Dataset excerpts:
....................

"""Peaks-only runs give the peaks of the full-history runs, in memory that does not grow.

Reference: the full-history paths of thist (thist.analysis.integrate_linear and
thist.methods.inelastic.integrate_inelastic, verified in their own tests against
closed forms, expm and solve_ivp) reduced by thist.response.Response.peaks. The
peaks-only path runs the same recurrences chunk by chunk, carrying the filter /
kernel state across chunk boundaries, so values agree to round-off (1e-10 of the
largest peak leaves some 10⁵ of margin over the 1e-16 relative differences of
reordered BLAS products) and the times are the same samples.
"""

from __future__ import annotations

import tracemalloc
from pathlib import Path

import numpy as np
import pytest

import thist
from thist.analysis import build_damping, integrate_linear
from thist.methods import get_method
from thist.methods.inelastic import integrate_inelastic
from thist.methods.inelastic_kernel import AVAILABLE
from thist.peaks import PeakTracker, inelastic_peaks, linear_peaks
from thist.record import sample
from thist.response import compute_response, peak
from thist.springs import bilinear, clough_johnston

DEMO = Path(__file__).resolve().parent.parent / "inputs" / "clinic-si.toml"
DT = 0.005


@pytest.fixture(scope="module")
def demo():
    case = thist.load_case(DEMO)
    s = case.structure
    modes = thist.modal(s.M, s.K)
    damping = build_damping(case.damping, s, modes)
    ex = sample(case.record, DT, 12.0)
    return s, modes, damping, ex


def assert_same_peaks(full: dict, fast: dict) -> None:
    assert set(full) == set(fast)
    for name, ref in full.items():
        got = fast[name]
        scale = max(float(np.max(np.abs(ref.values))), 1e-300)
        assert np.max(np.abs(ref.values - got.values)) <= 1e-10 * scale, name
        np.testing.assert_array_equal(ref.times, got.times, err_msg=name)


@pytest.mark.parametrize(
    "name",
    [
        "newmark-average",
        "newmark-linear",
        "central-difference",
        "hht",
        "generalized-alpha",
        "exact",
    ],
)
@pytest.mark.parametrize("chunk_bytes", [4096, 256 * 1024])
def test_linear_peaks_only_equal_the_full_history_peaks_on_the_demo_building(
    demo, name, chunk_bytes
):
    """Every method, short chunks (16 samples: hundreds of boundaries) and the default:
    peaks and times of all response quantities equal the full run's to 1e-10."""
    s, modes, damping, ex = demo
    m = get_method(name)
    sol, path = integrate_linear(m, s, damping, modes, ex.ag, ex.dt)
    full = compute_response(s, ex.time, ex.ag, sol.u, sol.v, sol.a).peaks()
    fast = linear_peaks(m, s, damping, modes, ex.ag, ex.dt, chunk_bytes=chunk_bytes)
    assert fast.path == path == "modal"
    assert_same_peaks(full, fast.peaks)


@pytest.mark.skipif(not AVAILABLE, reason="numba is not available")
@pytest.mark.parametrize(
    ("law", "method", "dt"),
    [
        ("bilinear", "newmark-average", DT),
        ("clough-johnston", "hht", DT),
        ("bilinear", "central-difference", 0.001),
    ],
)
def test_inelastic_peaks_only_equal_the_full_history_peaks(demo, law, method, dt):
    """Yielding demo chain, chunks of 16 samples: the compiled kernels continue across
    chunks exactly, so peaks, times and story demands equal the full run's to 1e-10."""
    s, _, _, ex = demo
    k = np.diag(s.K).copy()
    k[:-1] += np.diag(s.K, 1)  # story stiffness k_j = K_jj + K_j,j+1 of the chain
    make = bilinear if law == "bilinear" else clough_johnston
    springs = make(k, yield_drift=0.004, post_yield_ratio=0.05)
    ag = 3.0 * np.interp(np.arange(0, 8.0, dt), ex.time, ex.ag)
    kw = dict(rayleigh=(0.3, 0.002), damping="tangent", free_vibration_tail=0.5)
    masses = np.diag(s.M).copy()
    sol = integrate_inelastic(masses, springs, ag, dt, method, compiled=True, **kw)
    assert sol.story.yield_excursions.sum() > 0
    full = compute_response(s, sol.t, sol.ag, sol.u, sol.v, sol.a, sol.restoring_force)
    fast = inelastic_peaks(s, springs, ag, dt, method, chunk_bytes=4096, **kw)
    assert fast.path == "compiled" and fast.chunk_steps == 16
    assert_same_peaks(full.peaks(), fast.peaks)
    assert fast.convergence == sol.convergence
    np.testing.assert_array_equal(fast.story.yield_excursions, sol.story.yield_excursions)
    np.testing.assert_allclose(fast.story.residual_drift, sol.story.residual_drift, rtol=1e-10)
    np.testing.assert_allclose(fast.story.ductility, sol.story.ductility, rtol=1e-10)


def test_peak_tracker_keeps_the_earliest_of_equal_peaks_like_numpy_argmax():
    """Chunked folding reproduces thist.response.peak (numpy.argmax: first maximum)."""
    t = np.arange(12) * 0.1
    x = np.array([0.0, 1.0, -3.0, 2.0, 3.0, -3.0, 0.5, 1.0, -2.0, 3.0, 0.0, 1.0])
    tracker = PeakTracker()
    for k in range(0, 12, 5):
        tracker.update("base_shear", x[k : k + 5], t[k : k + 5])
    ref = peak(x, t)
    got = tracker.peaks()["base_shear"]
    assert got.values == ref.values == -3.0
    assert got.times == ref.times == pytest.approx(0.2)


def test_linear_peaks_only_memory_does_not_grow_with_the_record(demo):
    """tracemalloc peak of a peaks-only run of 20,000 samples is within 10 % of that of
    5,000 samples (the working set is the model plus one chunk; the full histories of
    the longer run would take 16 times the shorter run's chunk memory)."""
    s, modes, damping, ex = demo
    m = get_method("newmark-average")
    peaks = []
    for n_samples in (5000, 20000):
        ag = np.resize(ex.ag, n_samples)
        tracemalloc.start()
        linear_peaks(m, s, damping, modes, ag, DT)
        peaks.append(tracemalloc.get_traced_memory()[1])
        tracemalloc.stop()
    assert peaks[1] <= 1.1 * peaks[0]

....................

A complete answer gives every line of the records holding "bilinear".

from thist.springs import bilinear, clough_johnston
        ("bilinear", "newmark-average", DT),
        ("bilinear", "central-difference", 0.001),
    make = bilinear if law == "bilinear" else clough_johnston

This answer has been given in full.